> _BRIEF_
Taking the listing below, restate word for word each line from the line with "const cubicInchesPerCubicFoot = 1728;" to the line with "a band's centroid", ends included, and stop there.

....................

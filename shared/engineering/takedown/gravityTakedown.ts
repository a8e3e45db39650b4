import type { GravityCase, Model } from '../model/model.ts';
import { gravityCases } from '../model/model.ts';
import { poundsPerKip } from '../units.ts';

const cubicInchesPerCubicFoot = 1728;

/** Summed over levels at and above, at the bottom of each story; `[story * walls + wall]`, kip and kip-in. */
export interface GravityTakedown {
  readonly axialKip: Readonly<Record<GravityCase, Float64Array>>;
  readonly momentKipIn: Readonly<Record<GravityCase, Float64Array>>;
  /** self-weight of each story's wall alone, kip */
  readonly selfWeightKip: Float64Array;
}

/**
 * Self-weight of each wall in each story, kip: t l h w (1 - opening), once; zero where it is not asked for.
 */
export function selfWeights(model: Model): Float64Array {
  const { settings, stories, walls } = model;
  const weights = new Float64Array(stories.length * walls.length);
  if (!settings.selfWeight) return weights;
  walls.forEach((wall, wallIndex) => {
    for (const segment of wall.segments) {
      const height = stories[segment.story]?.heightIn ?? 0;
      const volumeIn3 = segment.thicknessIn * segment.lengthIn * height * (1 - segment.opening);
      weights[segment.story * walls.length + wallIndex] =
        (volumeIn3 / cubicInchesPerCubicFoot) * (settings.concreteWeightPcf / poundsPerKip);
    }
  });
  return weights;
}

/**
 * Gravity down each wall. Axial: sums at and above, self-weight in D. Moment: P e of every level, and where a band's centroid
 * moves by e = upper less lower along the wall, the axial from above times e (engineering.md sections 1 and 4).
 */
export function gravityTakedown(model: Model): GravityTakedown {
  const { stories, walls, gravity } = model;
  const size = stories.length * walls.length;
  const selfWeightKip = selfWeights(model);
  const columns = (): Record<GravityCase, Float64Array> => ({
    D: new Float64Array(size),
    L: new Float64Array(size),
    Lr: new Float64Array(size),
    S: new Float64Array(size),
  });
  const axialKip = columns();
  const momentKipIn = columns();
  for (const name of gravityCases) {
    walls.forEach((wall, wallIndex) => {
      let axial = 0;
      let moment = 0;
      for (let story = wall.toStory; story >= wall.fromStory; story -= 1) {
        const at = story * walls.length + wallIndex;
        const segment = wall.segments[story - wall.fromStory];
        const above = wall.segments[story + 1 - wall.fromStory];
        if (segment && above) {
          const shiftIn =
            (above.centroidXIn - segment.centroidXIn) * segment.cos +
            (above.centroidYIn - segment.centroidYIn) * segment.sin;
          moment += axial * shiftIn;
        }
        axial += gravity.axialKip[name][at] ?? 0;
        moment += gravity.momentKipIn[name][at] ?? 0;
        if (name === 'D') axial += selfWeightKip[at] ?? 0;
        axialKip[name][at] = axial;
        momentKipIn[name][at] = moment;
      }
    });
  }
  return { axialKip, momentKipIn, selfWeightKip };
}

....................

> _ANSWER TO THIS PROBLEM_
const cubicInchesPerCubicFoot = 1728;

/** Summed over levels at and above, at the bottom of each story; `[story * walls + wall]`, kip and kip-in. */
export interface GravityTakedown {
  readonly axialKip: Readonly<Record<GravityCase, Float64Array>>;
  readonly momentKipIn: Readonly<Record<GravityCase, Float64Array>>;
  /** self-weight of each story's wall alone, kip */
  readonly selfWeightKip: Float64Array;
}

/**
 * Self-weight of each wall in each story, kip: t l h w (1 - opening), once; zero where it is not asked for.
 */
export function selfWeights(model: Model): Float64Array {
  const { settings, stories, walls } = model;
  const weights = new Float64Array(stories.length * walls.length);
  if (!settings.selfWeight) return weights;
  walls.forEach((wall, wallIndex) => {
    for (const segment of wall.segments) {
      const height = stories[segment.story]?.heightIn ?? 0;
      const volumeIn3 = segment.thicknessIn * segment.lengthIn * height * (1 - segment.opening);
      weights[segment.story * walls.length + wallIndex] =
        (volumeIn3 / cubicInchesPerCubicFoot) * (settings.concreteWeightPcf / poundsPerKip);
    }
  });
  return weights;
}

/**
 * Gravity down each wall. Axial: sums at and above, self-weight in D. Moment: P e of every level, and where a band's centroid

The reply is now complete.